Henry Means Pindell (December 23, 1860 – August 8, 1924) was an American journalist, businessman and political figure from Illinois.

He was nominated by President of the United States Woodrow Wilson to serve as United States Ambassador to Russia, and confirmed by the United States Senate. Pindell withdrew himself from consideration after alleged private correspondence between Pindell and U.S. Senator J. Hamilton Lewis was leaked to the press.

== Business and newspaper activities ==
Pindell graduated from DePaul University in 1884. After graduation from college, Pindell began working as the city editor of the Wabash Times. Next, he joined the editorial staff of the Chicago Tribune.

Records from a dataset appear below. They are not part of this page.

// Everything that people read as a figure, a length or a time, written one way. Times are in the reader's own zone.

const months = ['Jan', 'Feb', 'Mar', 'Apr', 'May', 'Jun', 'Jul', 'Aug', 'Sep', 'Oct', 'Nov', 'Dec'];
const twoDigits = (value: number) => String(value).padStart(2, '0');

/** A figure with its unit; the two are never parted at the end of a line. */
export function withUnit(figure: string, unit: string): string {
  return `${figure}\u00a0${unit}`;
}

/** "3 Mar 2026" */
export function formatDate(iso: string): string {
  const at = new Date(iso);
  return `${at.getDate()}\u00a0${months[at.getMonth()]}\u00a0${at.getFullYear()}`;
}

/** "09:12" */
export function formatTime(iso: string): string {
  const at = new Date(iso);
  return `${twoDigits(at.getHours())}:${twoDigits(at.getMinutes())}`;
}

/** "3 Mar 2026, 09:12" */
export function formatDateTime(iso: string): string {
  return `${formatDate(iso)}, ${formatTime(iso)}`;
}

/** "Sat, 5 Dec 2026, 19:00 (Europe/Paris)": a time as the people in that zone tell it. */
export function formatDateTimeIn(iso: string, zone: string): string {
  const day = { weekday: 'short', day: 'numeric', month: 'short', year: 'numeric' } as const;
  const time = { hour: '2-digit', minute: '2-digit', hourCycle: 'h23' } as const;
  return `${new Intl.DateTimeFormat('en-GB', { ...day, ...time, timeZone: zone }).format(new Date(iso))} (${zone})`;
}

/** The reader's time zone as its name in the zone database, such as "Europe/Paris". */
export function timeZone(): string {
  return new Intl.DateTimeFormat().resolvedOptions().timeZone;
}

/** "1,234.5": at most `decimals` of them, and none that says nothing. */
export function formatNumber(value: number, decimals = 0): string {
  return value.toLocaleString('en', { maximumFractionDigits: decimals });
}

/** "1 session", "3 sessions" */
export function formatCount(count: number, one: string, many = `${one}s`): string {
  return withUnit(formatNumber(count), count === 1 ? one : many);
}

/** Whole millimetres as metres: "3 m", "0.75 m" */
export function formatLength(lengthMm: number): string {
  return withUnit(formatNumber(lengthMm / 1000, 3), 'm');
}

/** "45 s", "12 min", "1 h 56 min"; rounded to what is worth saying. */
export function formatDuration(durationMs: number): string {
  const seconds = Math.round(durationMs / 1000);
  if (seconds < 100) return withUnit(String(seconds), 's');
  const minutes = Math.round(seconds / 60);
  if (minutes < 60) return withUnit(String(minutes), 'min');
  const rest = minutes % 60;
  const hours = withUnit(String(Math.floor(minutes / 60)), 'h');
  return rest === 0 ? hours : `${hours} ${withUnit(String(rest), 'min')}`;
}
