import { MutationCache, QueryCache, QueryClient } from '@tanstack/react-query';
import { Problem } from '#shared/problem.ts';

const mostRetries = 3;
const firstDelayMs = 500;
const longestDelayMs = 8_000;

type SignedOut = () => void;
let signedOut: SignedOut | null = null;

/** Says once for the whole application what happens when the server no longer knows who is asking. */
export function onSignedOut(listener: SignedOut): void {
  signedOut = listener;
}

const isSignedOut = (error: unknown) => error instanceof Problem && error.code === 'not-signed-in';

/** Only silence is worth asking again; what was refused once is refused twice. */
function isWorthRetrying(failures: number, error: unknown): boolean {
  const isSilence = error instanceof Problem && (error.code === 'unreachable' || error.code === 'unavailable');
  return isSilence && failures < mostRetries;
}

export const queryClient = new QueryClient({
  queryCache: new QueryCache({
    // A page that is still loading answers for itself: its error boundary knows where one was going.
    onError: (error, query) => {
      if (isSignedOut(error) && query.isActive()) signedOut?.();
    },
  }),
  mutationCache: new MutationCache({
    onError: (error) => {
      if (isSignedOut(error)) signedOut?.();
    },
  }),
  defaultOptions: {
    queries: {
      // A page that is opened shows what is known at once and asks again behind it.
      staleTime: 1_000,
      networkMode: 'always',
      retry: isWorthRetrying,
      retryDelay: (failures) => Math.min(firstDelayMs * 2 ** failures, longestDelayMs),
    },
    mutations: { networkMode: 'always', retry: false },
  },
});
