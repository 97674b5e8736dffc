import type { Method } from '../methods/method.ts';
import { type Contrast, presentationContrasts, trialContrasts } from './contrasts.ts';
import type { CueTrial, PresentationTimes } from './cue-trials.ts';
import { drawnPlaces } from './labels.ts';

/** Something that somebody in the room could have gone by, as a number for each place of each trial. */
export type Cue = {
  /** `step/fit`, `change`, `position` ... as it stands on the record. */
  readonly id: string;
  /** Milliseconds, or a plain number where it is no time. */
  readonly isTime: boolean;
  /** The places of a trial that have a value. One place where it is the whole trial's. */
  readonly places: readonly number[];
  readonly contrasts: readonly Contrast[];
  /** Whether it was there before the answers, so that they could have followed it. */
  readonly isBeforeAnswers: boolean;
  valueAt(trial: CueTrial, place: number): number | null;
};

/** Every step that occurs, in the order in which it first does. */
function stepNames(trials: readonly CueTrial[]): string[] {
  return [...new Set(trials.flatMap(({ presentations }) => presentations.flatMap(({ steps }) => [...steps.keys()])))];
}

/**
 * The cues of a study: all that the record holds beside the sound, before anybody has looked at what was drawn.
 *
 * @param method the study's
 * @param trials every locked trial
 */
export function cuesOf(method: Method, trials: readonly CueTrial[]): Cue[] {
  const drawn = drawnPlaces(method);
  const before = [...method.presentations.keys()].filter((place) => !drawn.includes(place));
  const ofPresentation = (id: string, of: (times: PresentationTimes) => number | null): Cue => ({
    id,
    isTime: true,
    places: drawn,
    contrasts: presentationContrasts(method),
    isBeforeAnswers: true,
    valueAt: ({ presentations }, place) => {
      const times = presentations[place];
      return times === undefined ? null : of(times);
    },
  });
  const ofTrial = (id: string, of: (trial: CueTrial) => number | null, more: Partial<Cue> = {}): Cue => ({
    id,
    isTime: true,
    places: [0],
    contrasts: trialContrasts(method),
    isBeforeAnswers: true,
    valueAt: of,
    ...more,
  });
  return [
    ...stepNames(trials).map((step) => ofPresentation(`step/${step}`, ({ steps }) => steps.get(step) ?? null)),
    ofPresentation('ready', ({ ready }) => ready),
    ofPresentation('change', ({ change }) => change),
    ofPresentation('listening', ({ listening }) => listening),
    ...(before.length === 0
      ? []
      : [
          ofTrial('before', ({ presentations }) =>
            before.reduce<number | null>((sum, place) => {
              const ready = presentations[place]?.ready ?? null;
              return sum === null || ready === null ? null : sum + ready;
            }, 0),
          ),
        ]),
    ofTrial('gap', ({ gap }) => gap),
    ofTrial('answering', ({ answering }) => answering, { isBeforeAnswers: false }),
    ofTrial('position', ({ position }) => position, { isTime: false }),
  ];
}
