import type { Method } from '../methods/method.ts';

/** The answers that a draw can call for, in the method's order; "no preference" is none of them. */
export function labelsOf(method: Method): readonly string[] {
  const called = new Set(method.truths.map((truth) => labelOf(method, truth)));
  return method.options({}).flatMap(({ value }) => (called.has(value) ? [value] : []));
}

/** The answer that goes with a truth: the right one, or the place at which the first cable was heard where none is right. */
export const labelOf = (method: Method, truth: string): string => method.trials.answerFor(truth);

/** The presentations whose cable the draw of a trial decides; in ABX that is X alone. */
export function drawnPlaces(method: Method): readonly number[] {
  return [...method.presentations.keys()].filter(
    (place) => new Set(method.truths.map((truth) => cableAt(method, place, truth, 0))).size > 1,
  );
}

export function cableAt(method: Method, place: number, truth: string, firstSide: 0 | 1): 0 | 1 {
  const presentation = method.presentations[place];
  if (presentation === undefined) throw new RangeError(`there is no presentation ${place + 1}`);
  return method.fitted(presentation, truth, firstSide);
}
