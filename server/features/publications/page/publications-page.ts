import type { PublicationRow } from '#shared/contracts/publications.ts';
import { type Html, html } from './html.ts';
import { frame, utc } from './page-parts.ts';

type PublicationList = { rows: readonly PublicationRow[]; page: number; pages: number };

/** What is published here, newest first. */
export function publicationsContent({ rows, page, pages }: PublicationList): Html {
  const items = rows.map(
    ({ id, headline, title, publisher, publishedAt, isWithdrawn }) =>
      html`<li class="flex flex-col gap-1.5 border-b border-rule py-5">
        <h2 class="text-xl"><a href="/p/${id}">${headline}</a></h2>
        <p class="text-soft">${isWithdrawn ? 'Withdrawn. ' : ''}${title}, published ${utc(publishedAt)} by ${publisher}</p>
      </li>`,
  );
  return frame(
    'Published results',
    html`<h1 class="pb-8 text-3xl">Published results</h1>
      ${rows.length === 0 ? html`<p class="text-soft">Nothing is published here yet.</p>` : html`<ul class="max-w-4xl border-t-2 border-ink">${items}</ul>`}
      ${page < pages ? html`<p class="pt-6"><a href="/p?page=${page + 1}">Older</a></p>` : null}`,
  );
}
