import { existsSync, readFileSync } from 'node:fs';
import { join } from 'node:path';
import { type Html, html } from './html.ts';

export type PageHead = {
  readonly title: string;
  readonly description: string;
  readonly canonical: string;
  readonly data: Html | null;
};

const bare =
  '<!doctype html><html lang="en"><head><meta charset="utf-8" /><title>Fairlead</title></head><body><div id="root"></div></body></html>';

/** The client's page as it was built; without a build, a page that has the words and no looks. */
function builtPage(clientDir: string): string {
  const file = join(clientDir, 'index.html');
  return existsSync(file) ? readFileSync(file, 'utf8') : bare;
}

/**
 * The client's page with a head and words of its own: readable as it arrives, and taken over by the application where
 * JavaScript runs.
 */
export function shellPage(clientDir: string, head: PageHead, content: Html): string {
  const { title, description, canonical, data } = head;
  const tags = html`<title>${title}</title>
    <meta name="description" content="${description}" />
    <link rel="canonical" href="${canonical}" />
    <meta property="og:type" content="article" />
    <meta property="og:title" content="${title}" />
    <meta property="og:description" content="${description}" />
    <meta property="og:url" content="${canonical}" />
    ${data}`;
  // Functions as replacements: a "$" in somebody's words is no pattern.
  return builtPage(clientDir)
    .replace(/<title>.*?<\/title>/s, () => tags.text)
    .replace(/<noscript>.*?<\/noscript>/s, () => '')
    .replace('<div id="root"></div>', () => `<div id="root">${content.text}</div>`);
}
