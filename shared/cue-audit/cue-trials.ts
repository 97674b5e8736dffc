import type { Method } from '../methods/method.ts';
import { type HeldChoice, revealedDraw } from '../session/counted-trials.ts';
import { kindOf, truthOf } from '../session/fitting.ts';
import type { RequestContent } from '../session/request-leaf.ts';
import { requestsIn } from '../session/requests-told.ts';
import type { RevealedKey } from '../session/revealed-key.ts';
import type { SessionState } from '../session/state.ts';

/** An entry, as far as the audit reads it. */
export type TimedEntry = {
  readonly at: string;
  readonly kind: string;
  readonly payload: { readonly [name: string]: unknown };
};

/** What the clock shows of one presentation, in milliseconds; null or absent where the record does not tell. */
export type PresentationTimes = {
  /** How long each step took since the one before, by its name. */
  readonly steps: ReadonlyMap<string, number>;
  /** From the start of the change to its last step before listening. */
  readonly ready: number | null;
  /** From the start of the change to the start of listening. */
  readonly change: number | null;
  readonly listening: number | null;
};

/** One locked trial with what was drawn, what was answered, and everything else that a listener could have gone by. */
export type CueTrial = {
  readonly session: number;
  readonly trial: number;
  /** From 1, among the session's locked trials. */
  readonly position: number;
  readonly truth: string;
  /** Which of the protocol's cables was drawn for the method's first side in this session. */
  readonly firstSide: 0 | 1;
  readonly answers: readonly { readonly listener: string; readonly choice: string | null }[];
  readonly presentations: readonly PresentationTimes[];
  /** From the end of the trial before to the opening of this one; null for the first. */
  readonly gap: number | null;
  /** From the end of the last presentation to the lock; null where it was paused. */
  readonly answering: number | null;
};

type Clocked = Pick<CueTrial, 'presentations' | 'gap' | 'answering'>;
type OpenPresentation = {
  steps: Map<string, number>;
  started: number;
  last: number;
  listened: number | null;
  ended: number | null;
};

const begun = (at: number): OpenPresentation => ({
  steps: new Map(),
  started: at,
  last: at,
  listened: null,
  ended: null,
});

function timesOf({ steps, started, last, listened, ended }: OpenPresentation): PresentationTimes {
  return {
    steps,
    ready: steps.size === 0 ? null : last - started,
    change: listened === null ? null : listened - started,
    listening: listened === null || ended === null ? null : ended - listened,
  };
}

/** The times of a session's trials, by their numbers: one pass over its entries. */
export function clockedTrials(entries: readonly TimedEntry[]): Map<number, Clocked> {
  const trials = new Map<number, Clocked>();
  let lastEnd: number | null = null;
  let open: {
    opened: number;
    gap: number | null;
    done: OpenPresentation[];
    now: OpenPresentation;
    paused: boolean;
  } | null = null;
  for (const { at: text, kind, payload } of entries) {
    const at = Date.parse(text);
    if (kind === 'trial-opened')
      open = { opened: at, gap: lastEnd === null ? null : at - lastEnd, done: [], now: begun(at), paused: false };
    if (open === null) continue;
    if (kind === 'presentation-requested') open.now = begun(at);
    else if (kind === 'step-confirmed') {
      open.now.steps.set(String(payload.step), at - open.now.last);
      open.now.last = at;
    } else if (kind === 'listening-started') open.now.listened = at;
    else if (kind === 'listening-ended') {
      open.done.push({ ...open.now, ended: at });
      open.now = begun(at);
      open.paused = false;
    } else if (kind === 'resumed') {
      // The presentation starts again from its change; what was measured of it before the pause is no cue of it.
      open.now = begun(at);
      open.paused = true;
    } else if (kind === 'trial-locked' || kind === 'trial-voided') {
      trials.set(Number(payload.trial), {
        presentations: open.done.map(timesOf),
        gap: open.gap,
        answering: open.paused ? null : at - (open.done.at(-1)?.ended ?? at),
      });
      lastEnd = at;
      open = null;
    }
  }
  return trials;
}

const untimed: PresentationTimes = { steps: new Map(), ready: null, change: null, listening: null };

/** On request the first presentation of each label, in the method's order: what was heard again was no longer new. */
function inMethodsOrder(
  { presentations }: Pick<Method, 'presentations'>,
  heard: readonly PresentationTimes[],
  asked: readonly RequestContent[],
): PresentationTimes[] {
  return presentations.map((label) => heard[asked.findIndex((one) => one.label === label)] ?? untimed);
}

/**
 * Every locked main trial of every session with its truth, its answers and its times, in order.
 *
 * @param method  the study's
 * @param states  its sessions, replayed from the record
 * @param entries the record
 * @param key     both secrets, as closing revealed them
 * @param held    the answers that stand beside the record
 * @param requests what was asked for on request, beside it too
 */
export function cueTrials(
  method: Method,
  states: readonly SessionState[],
  entries: readonly TimedEntry[],
  key: RevealedKey,
  held: readonly HeldChoice[],
  requests: readonly RequestContent[] = [],
): CueTrial[] {
  const choices = new Map(held.map(({ session, trial, seat, choice }) => [`${session} ${trial} ${seat}`, choice]));
  return states.flatMap((state) => {
    const ended = state.ended.filter(({ outcome }) => outcome === 'locked');
    const secret = key.draws.find(({ session }) => session === state.session)?.secret;
    if (secret === undefined || ended.length === 0) return [];
    const draw = revealedDraw(state, method, secret, key.codeKey.rows);
    const clocked = clockedTrials(entries.filter(({ payload }) => payload.session === state.session));
    const timesOfTrial = (trial: number): Clocked => {
      const times = clocked.get(trial) ?? { presentations: [], gap: null, answering: null };
      if (state.plan.onRequest === undefined) return times;
      const asked = requestsIn(requests, state.sessionId, trial);
      return { ...times, presentations: inMethodsOrder(method, times.presentations, asked) };
    };
    // Check trials are reported apart; a trial's position is that among all.
    return ended.flatMap(({ trial, seats }, index) =>
      kindOf(draw, state, trial) !== 'main'
        ? []
        : [
            {
              session: state.session,
              trial,
              position: index + 1,
              truth: truthOf(draw, trial),
              firstSide: draw.firstSide,
              answers: seats.map((listener) => ({
                listener,
                choice: choices.get(`${state.sessionId} ${trial} ${listener}`) ?? null,
              })),
              ...timesOfTrial(trial),
            },
          ],
    );
  });
}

He later worked as the city editor of the Illinois State Register in Springfield, Illinois.

After moving to Peoria, Illinois in 1889, Pindell founded the Peoria Herald, now known as the Journal Star. For a time, he served on the board of the Associated Press.

== Political career ==
While in Springfield, Pindell was elected City treasurer. He served in the position from 1887 until 1889.

Through his role as the owner of a variety of newspapers, Pindell became highly influential politically. In 1912, he became a state leader of Woodrow Wilson's Presidential Campaign. Pindell became a close friend and confidante of Wilson. Pindell was a delegate to the Democratic National Convention in 1908 and 1912.